Tom, one of the heroes of Hamel, was survived by three daughters, eight grandchildren, and eleven great-grandchildren. He is remembered in his Chicago birthplace Edison Park via a plaque on a marble pillar in Monument Park, which lists Pope and other locals who served their country.

As for Tom’s colourless, churlish and unimaginative commander-in-chief General Pershing, he served as America’s most senior soldier until his retirement in 1925, ending his career with the extremely high rank of General of the Armies – technically, a six-star general. He died in 1948. Today, Pershing sits high in the US military pantheon, remaining officially the second-highest-ranking general in American history after George Washington, and ahead of illustrious later American generals such as Patton, Dwight D. Eisenhower and Douglas MacArthur. In his 1931 memoirs, Pershing mentioned the Australians once. This was the reference to the Australian 5th Division in his misleading account of the Bellicourt Tunnel assault. Never once did Pershing refer to General Monash, nor to any other Australian commander or soldier.

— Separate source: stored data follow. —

import { z } from 'zod';
import { pageQuerySchema } from './common';
import { channelRoleSchema, checklistContextSchema, plethScalingSchema, probeSiteSchema } from './ingest';

export const transportSchema = z.enum(['http', 'mllp']);
export type Transport = z.infer<typeof transportSchema>;

/** One channel of a monitor model: inbound code → role, unit, scaling (physical = gain × raw + offset), rate. */
export const profileChannelSchema = z.object({
  /** IEEE 11073 MDC code (`150036` or `MDC_PRESS_BLD_ART_ABP`) or the adapter's own label. */
  code: z.string().trim().min(1).max(64),
  label: z.string().max(128).optional(),
  role: channelRoleSchema,
  /** Physical unit after scaling, e.g. `mmHg`, `cmH2O`, `1` for pleth. */
  unit: z.string().min(1).max(32),
  gain: z
    .number()
    .finite()
    .refine((g) => g !== 0, 'gain must not be 0')
    .default(1),
  offset: z.number().finite().default(0),
  /** Samples per second the monitor sends for this channel. */
  sampleRate: z.number().positive().max(2000),
  /** What the monitor itself does to the signal before sending it (free text), if declared. */
  builtInFiltering: z.string().max(200).optional(),
});
export type ProfileChannelInput = z.input<typeof profileChannelSchema>;
export type ProfileChannel = z.infer<typeof profileChannelSchema>;

const channelsSchema = z
  .array(profileChannelSchema)
  .min(1)
  .max(16)
  .refine((chs) => new Set(chs.map((c) => c.code.toUpperCase())).size === chs.length, 'each channel code may appear once');

export const monitorProfileInputSchema = z.object({
  name: z.string().trim().min(1).max(128),
  manufacturer: z.string().trim().min(1).max(128),
  model: z.string().trim().min(1).max(128),
  transports: z.array(transportSchema).min(1).max(2),
  channels: channelsSchema,
  defaultProbeSite: probeSiteSchema.nullable().optional(),
  plethScaling: plethScalingSchema.default('raw'),
  notes: z.string().max(2000).nullable().optional(),
});
export type MonitorProfileInput = z.input<typeof monitorProfileInputSchema>;

export const monitorProfileSchema = monitorProfileInputSchema.extend({
  id: z.string(),
  defaultProbeSite: probeSiteSchema.nullable(),
  notes: z.string().nullable(),
  createdAt: z.string(),
  updatedAt: z.string(),
});
export type MonitorProfile = z.infer<typeof monitorProfileSchema>;

/** EUI-64 as 16 hex digits (the IHE PCD-01 preferred form) or a serial number. */
export const monitorIdentifierSchema = z
  .string()
  .trim()
  .min(1)
  .max(64)
  .regex(/^[A-Za-z0-9._:-]+$/, 'letters, digits and . _ : - only (an EUI-64 such as 0223456789ABCDEF, or a serial number)');

export const createMonitorSchema = z.object({
  identifier: monitorIdentifierSchema,
  profileId: z.string().max(36).nullable().optional(),
  bedId: z.string().max(36).nullable().optional(),
  enabled: z.boolean().default(true),
});
export type CreateMonitor = z.input<typeof createMonitorSchema>;

export const updateMonitorSchema = z
  .object({
    identifier: monitorIdentifierSchema,
    profileId: z.string().max(36).nullable(),
    bedId: z.string().max(36).nullable(),
    enabled: z.boolean(),
  })
  .partial()
  .refine((v) => Object.keys(v).length > 0, 'change at least one field');
export type UpdateMonitor = z.infer<typeof updateMonitorSchema>;

export const monitorSchema = z.object({
  id: z.string(),
  identifier: z.string(),
  profileId: z.string().nullable(),
  bedId: z.string().nullable(),
  enabled: z.boolean(),
  lastSeenAt: z.string().nullable(),
  /** Samples per second over the last batch, all channels together. */
  dataRate: z.number().nullable(),
  hasApiKey: z.boolean(),
  createdAt: z.string(),
  updatedAt: z.string(),
});
export type Monitor = z.infer<typeof monitorSchema>;

/** `true` / `false` in a query string; anything else is a 400 rather than a silent guess. */
const queryFlag = z.enum(['true', 'false']).transform((v) => v === 'true');
const searchText = z.string().trim().max(64).optional();

/** Columns a profile list may be sorted on (anything else is refused, so no raw column reaches SQL). */
export const profileSortFields = ['name', 'manufacturer', 'model', 'createdAt', 'updatedAt'] as const;
export const profileQuerySchema = pageQuerySchema.extend({
  sort: z.enum(profileSortFields).optional(),
  /** Part of the name, manufacturer or model. */
  search: searchText,
});
export type ProfileQuery = z.infer<typeof profileQuerySchema>;

export const monitorSortFields = ['identifier', 'enabled', 'lastSeenAt', 'dataRate', 'createdAt', 'updatedAt'] as const;
export const monitorQuerySchema = pageQuerySchema.extend({
  sort: z.enum(monitorSortFields).optional(),
  profileId: z.string().max(36).optional(),
  bedId: z.string().max(36).optional(),
  enabled: queryFlag.optional(),
  /** Part of the identifier. */
  search: searchText,
});
export type MonitorQuery = z.infer<typeof monitorQuerySchema>;

export const apiKeyIssuedSchema = z.object({ apiKey: z.string(), keyId: z.string(), createdAt: z.string() });
export type ApiKeyIssued = z.infer<typeof apiKeyIssuedSchema>;

export const bedInputSchema = z.object({
  name: z.string().trim().min(1).max(64),
  unit: z.string().trim().min(1).max(64),
  /** The EHR Location identifier. */
  locationIdentifier: z.string().trim().min(1).max(128),
  /**
   * Checklist items for the patient in this bed (open chest, raised intra-abdominal pressure, …),
   * set by a person and audited; every analysis of the bed's monitor takes them as context.
   */
  checklist: checklistContextSchema.strict().nullable().optional(),
});
export type BedInput = z.infer<typeof bedInputSchema>;
export const updateBedSchema = bedInputSchema.partial().refine((v) => Object.keys(v).length > 0, 'change at least one field');

export const bedSchema = bedInputSchema.extend({
  id: z.string(),
  /** The monitor currently assigned to the bed, if any. */
  monitorId: z.string().nullable(),
  createdAt: z.string(),
  updatedAt: z.string(),
});
export type Bed = z.infer<typeof bedSchema>;

export const bedSortFields = ['name', 'unit', 'locationIdentifier', 'createdAt', 'updatedAt'] as const;
export const bedQuerySchema = pageQuerySchema.extend({
  sort: z.enum(bedSortFields).optional(),
  unit: z.string().max(64).optional(),
  /** Part of the bed name, its unit or its EHR Location identifier. */
  search: searchText,
});
export type BedQuery = z.infer<typeof bedQuerySchema>;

It is possible that Pershing played an influential role in the organisation of the 1929 burial at Arlington National Cemetery of Private Henry Johnson, the black US soldier who was awarded the Croix de Guerre for bravely fighting off a German patrol and saving a comrade whilst on guard duty when attached to the French Army in the Argonne on 14 May 1918. As Johnson at the time of his death had not a single US gallantry medal to his name, nor even a Purple Heart in recognition of the wounds he received, it is astonishing that in 1929, with segregation rife in the US, Johnson, a black man, was buried at Arlington, and with full military honours. This leads to the conclusion that either Pershing or Johnson’s former regimental commander, the liberally-minded Colonel William Hayward, who became US Attorney for the District of Southern New York after the war, or both men, could have been instrumental in Johnson’s Arlington interment.

As fate would have it, in 2015, after a decades-long campaign led by Democrat senator for New York Chuck Schumer and others, President Barack Obama awarded Henry Johnson a posthumous Medal of Honor for his May 1918 actions. Ninety-seven years after the event, this posthumous award put Johnson ahead of Battle of Hamel hero Thomas Pope as the first US Army awardee of the Medal of Honor in the First World War.